Also wie gesagt, bei mir kommen nur Koi in Teich .....

Eventuell, das ist aber noch in Ferner Zukunft, daß ich einen "Zweiten" Teich anlege ... mit anderen Teichfischen, aber ohne Goldorfen, dafür ist der Teich sicher zu klein, obwohl er ~ 20.000 Liter auch fassen würde. 
Goldorfen wollen schwimmen und das gibt die Fläche net her


----------



## halu1de (14. Mai 2010)

*AW:  Goldorfe & Koi*

danke helmut
ich habe 14 Goldorfen und 1 koi  moderlischen?? nicht zählbar    3 shubukin
ist das eine schlechte mischung ?

PS.wollte noch ein oder zwei koi einsetzen

gruß halu1de


----------



## Majaberlin (14. Mai 2010)

*AW:  Goldorfe & Koi*

Ich habe einige Jahre Goldorfen und 2 Kois und einige Goldfische zusammen gehalten in einem Teich mit ca. 25 qm Oberfläche und das ging sehr gut (bis auf die Pflanzen, denen das nicht so gut tat).
Nun machen wir alles neu und werden keine Kois (Kois und Pflanzen zusammen - das halten die Pflanzen leider nicht lange durch ) und auch keine Goldfische mehr halten, die gründeln zu sehr und kehren das unterste zuoberst .
Wer an Koi-Haltung interessiert ist, sollte andere Ansprüche an seinen Teich stellen als einen naturnahen Gartenteich zu haben. Infos darüber gibt es hier im Forum reichlich.


----------



## halu1de (14. Mai 2010)

*AW:  Goldorfe & Koi*

danke Maja
aber ich wollte wissen ob ich die fische in der mischung halten kann ohne ihnen zu schaden ?

gruß halu1de


----------



## Digicat (14. Mai 2010)

*AW:  Goldorfe & Koi*

Servus Harald

Hmmm ... bei deiner Fischkonstelation würde ich eher den einen Koi abgeben, als noch zwei weitere hinzu setzen ....

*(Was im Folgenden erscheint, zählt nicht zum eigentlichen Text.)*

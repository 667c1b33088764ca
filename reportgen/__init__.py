"""reportgen: order-of-integration and spurious-regression diagnostics as a verifiable dossier.

The command line (``reportgen run MANIFEST --out DIR``) and notebooks share one pipeline,
:func:`reportgen.runner.run`; the statistics in :mod:`reportgen.stats` can be used on their own.
"""

__version__ = "0.1.0"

Gehts Dir alleine um die Ausstrahlung der Koi oder der Größe 

Ich gehe mal von einer sehr guten Filteranlage bei Dir aus ... die Koi erkranken nicht ....

Wie stellst du sicher das du im Winter +4°C nicht unterschreitest ...

Heizt du zu
deckst du den Teich ab
läßt du den Filter durchlaufen
fütterst du durch
hast du eine IH (Innenhälterung)
hast du ein Quarantänebecken
Koi-Haltung ist sehr aufwändig


----------



## halu1de (14. Mai 2010)

*AW:  Goldorfe & Koi*

hallo helmut
habe einen biotek 18 skrimatik
und den winter 2009-2010 hat er gut überstanden  bei bis zu 20 grad minus siehe foto  in meinem album heitzung habe ich nicht und der filter wird ab Okt oder Nov abgeschaltet und kommt in den keller 
aber wenn es den tier schadet würde ich ihn abgeben

gruß halu1de


----------



## Digicat (14. Mai 2010)

*AW:  Goldorfe & Koi*

Servus Harald

Wie ich deinem Post entnehme hast du ein gepumptes __ Filtersystem ....

Koiteich verfügen meißt über ein Schwerkraftfiltersystem, da die Filterleistung so berechnet ist, das das Volumen zumindest alle 2 Std. durchgeht .... über den Winter gedrosselt ...

Das bringst nur mit immensen Aufwand gepumpt hin ... und was im Winter ... dämmen, frierende Schläuche ... nö, da würde ich eher Umbauen ...

Willst du Dir das, wegen drei Koi antun .... 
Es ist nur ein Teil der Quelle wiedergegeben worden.